Exactly the lines below from the one with "is a polygon" up to and including the one with "line (chain sites)" make up the answer, with nothing else added.

Top of Data records

/**
 * Builds, in memory, every file of an analysis folder: profile.csv, model.json, chain.csv (the wire
 * resampled at the chain spacing, with the model's interactions and relaxed texture at each site
 * when a material is given), the tube mesh (wire.<format>) and report.html. Nothing is written
 * here; the caller writes the files atomically (see writeOutputDir).
 *
 * Radius: `options.radius`, else the median imported tube radius, else half the material
 * thickness, else 1% of the bounding-box diagonal. Spacing: see {@link defaultSpacing}.
 * Cost: O(n + sites) plus the mesh encoding; the glb encoder is asynchronous.
 */
export async function buildWireOutputs(a: Analysis, options: WireOutputOptions): Promise<WireOutputs> {
  const unit = options.unit;
  const k = PER_METRE[unit];
  const format = options.mesh ?? "ply";
  const def = defaultSpacing(a);
  const spacing = options.spacing ?? def.spacing;
  const spacingNote = options.spacing !== undefined ? "--spacing" : def.note;
  const chain = resampleWire(a.profile, spacing);
  const cm = chainModel(a, chain);
  const chainCsv = chainCsvChunks(chain, cm, { unit, source: a.profile.source, spacingNote, requestedSpacing: spacing });
  const columns = [...CHAIN_GEOMETRY_COLUMNS, ...(cm !== null ? CHAIN_MODEL_COLUMNS : []), ...(cm?.texture ? CHAIN_TEXTURE_COLUMNS : [])];

  const { radius, note: radiusNote } = chooseRadius(a, options.radius, unit);
  // Tube rings: every chain site, subdivided so that rings are at most a twelfth of the resolution
  // length apart (at most 20000 rings): a tube with rings a quarter resolution apart is a polygon
  // whose chords a reader of the mesh would take for a tighter curve (2% in curvature).
  const perSite = chain.n > 1 ? Math.max(1, Math.min(Math.ceil((12 * chain.spacing) / a.profile.resolution), Math.floor(20_000 / chain.n))) : 1;
  const rings = perSite > 1 ? resampleWire(a.profile, chain.spacing / perSite) : chain;
  const pts = Float64Array.from(rings.xyz, (v) => v * k);
  const mesh = tubeMesh(pts, rings.T, rings.closed, radius * k);
  const meshBytes = await meshToBytes(mesh, format, { unit, radiusNote, sourceFile: a.profile.source.file });

  // files for other tools
  const extra: OutputFile[] = [];
  const exportsInfo: ExportEntry[] = [];
  if (options.vtp === true) {
    const stretches = a.segments.map((g) => ({ s0: g.s0, s1: g.s1 }));
    const v = wireVtpFiles({ chain, model: cm, stretches, unit, mesh, ringsPerSite: perSite, sourceFile: a.profile.source.file });
    extra.push({ name: OUTPUT_NAMES.centerlineVtp, data: v.centerline }, { name: OUTPUT_NAMES.tubeVtp, data: v.tube });
    exportsInfo.push(
      { file: OUTPUT_NAMES.centerlineVtp, format: "vtp", content: "centre line (chain sites) with kappa, tau, bands, frame, flags, stretch number and, with a material, DMI, anisotropy axes and texture" },
      { file: OUTPUT_NAMES.tubeVtp, format: "vtp", content: "tube mesh with the arrays of the chain site nearest each ring" },
    );
  }
  if (options.grid !== undefined) {
    if (cm === null || cm.texture === null) {
      throw new ParameterError("buildWireOutputs", "grid", "the OVF texture needs a material (the relaxed texture comes from the model): add --material");
    }
    const grid = textureGrid(chain.xyz, cm.texture, chain.closed, radius, options.grid);
    const labels: [string, string, string] = cm.order === "ferro" ? ["m_x", "m_y", "m_z"] : ["n_x", "n_y", "n_z"];
    const what = cm.order === "ferro" ? "magnetisation direction m" : "Neel vector n";
    const desc = [
      `${TOOL_NAME} ${TOOL_VERSION}: relaxed ${what} of the curvilinear-magnet model, unit vectors inside the tube (radius ${brief(radius * k)} ${unit}), 0 outside`,
      `source ${a.profile.source.file}; model estimates, not measurements (a starting state for a solver)`,
    ];
    const title = `${TOOL_NAME} relaxed texture`;
    extra.push(
      { name: OUTPUT_NAMES.textureOvfText, data: gridToOvf(grid, { title, desc, data: "text", field: "vector", labels }) },
      { name: OUTPUT_NAMES.textureOvfBinary, data: gridToOvf(grid, { title, desc, data: "binary8", field: "vector", labels }) },
      { name: OUTPUT_NAMES.maskOvf, data: gridToOvf(grid, { title: `${TOOL_NAME} wire mask`, desc: [`1 inside the tube (radius ${brief(radius * k)} ${unit}), 0 outside`], data: "text", field: "mask" }) },
    );
    const cells = [grid.nx, grid.ny, grid.nz];
    const cell = jsonNumber(grid.cell * k) ?? 0;
    exportsInfo.push(
      { file: OUTPUT_NAMES.textureOvfText, format: "ovf-text", content: `relaxed texture (${labels.join(" ")}) on a regular grid, OVF 2.0 text`, cell, cells },
      { file: OUTPUT_NAMES.textureOvfBinary, format: "ovf-binary8", content: `the same, OVF 2.0 binary 8 (little-endian float64)`, cell, cells },
      { file: OUTPUT_NAMES.maskOvf, format: "ovf-text", content: "geometry mask: 1 inside the tube, 0 outside", cell, cells },
    );
  }

  const document = buildModelDocument(a, {
    unit,
    materialFile: options.materialFile ?? null,
    materialNote: options.materialNote ?? null,
    run: {
      argv: options.run?.argv ?? null,
      options: {
        ...(options.run?.options ?? {}),
        material: options.materialFile ?? null,
        closed: a.profile.closed,
        seed: a.seed,
        bootstrap: a.profile.replicates,
        outUnit: unit,
        spacing: jsonNumber(chain.spacing * k),
        spacingSource: spacingNote,
        mesh: format,
        radius: jsonNumber(radius * k),
        radiusSource: radiusNote,
        vtp: options.vtp === true,
        grid: options.grid !== undefined ? jsonNumber(options.grid * k) : null,
      },
    },
    extraWarnings: exportWarnings(a, chain.spacing, unit),
    outputs: {
      profile: OUTPUT_NAMES.profile,
      report: OUTPUT_NAMES.report,
      exports: exportsInfo,
      chain: { file: OUTPUT_NAMES.chain, sites: chain.n, spacing: chain.spacing * k, spacingNote, columns },
      mesh: {
        file: OUTPUT_NAMES.mesh(format), format, offset: [...mesh.offset], radius: mesh.radius, radiusSource: radiusNote,
        vertices: mesh.positions.length / 3, triangles: mesh.indices.length / 3,
      },
    },
  });
  const report = buildReport({ analysis: a, document, chain, viewerScript: options.viewerScript });
  const files: OutputFile[] = [
    { name: OUTPUT_NAMES.profile, data: profileCsvChunks(a.profile, { unit, seed: a.seed }) },
    { name: OUTPUT_NAMES.model, data: modelToJson(document) },
    { name: OUTPUT_NAMES.chain, data: chainCsv },
    { name: OUTPUT_NAMES.mesh(format), data: meshBytes },
    { name: OUTPUT_NAMES.report, data: report },
    ...extra,
  ];
  return { files, document, chain, mesh, spacingNote, radiusNote };
}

Bottom of Data records

Exercise solution
  // length apart (at most 20000 rings): a tube with rings a quarter resolution apart is a polygon
  // whose chords a reader of the mesh would take for a tighter curve (2% in curvature).
  const perSite = chain.n > 1 ? Math.max(1, Math.min(Math.ceil((12 * chain.spacing) / a.profile.resolution), Math.floor(20_000 / chain.n))) : 1;
  const rings = perSite > 1 ? resampleWire(a.profile, chain.spacing / perSite) : chain;
  const pts = Float64Array.from(rings.xyz, (v) => v * k);
  const mesh = tubeMesh(pts, rings.T, rings.closed, radius * k);
  const meshBytes = await meshToBytes(mesh, format, { unit, radiusNote, sourceFile: a.profile.source.file });

  // files for other tools
  const extra: OutputFile[] = [];
  const exportsInfo: ExportEntry[] = [];
  if (options.vtp === true) {
    const stretches = a.segments.map((g) => ({ s0: g.s0, s1: g.s1 }));
    const v = wireVtpFiles({ chain, model: cm, stretches, unit, mesh, ringsPerSite: perSite, sourceFile: a.profile.source.file });
    extra.push({ name: OUTPUT_NAMES.centerlineVtp, data: v.centerline }, { name: OUTPUT_NAMES.tubeVtp, data: v.tube });
    exportsInfo.push(
      { file: OUTPUT_NAMES.centerlineVtp, format: "vtp", content: "centre line (chain sites) with kappa, tau, bands, frame, flags, stretch number and, with a material, DMI, anisotropy axes and texture" },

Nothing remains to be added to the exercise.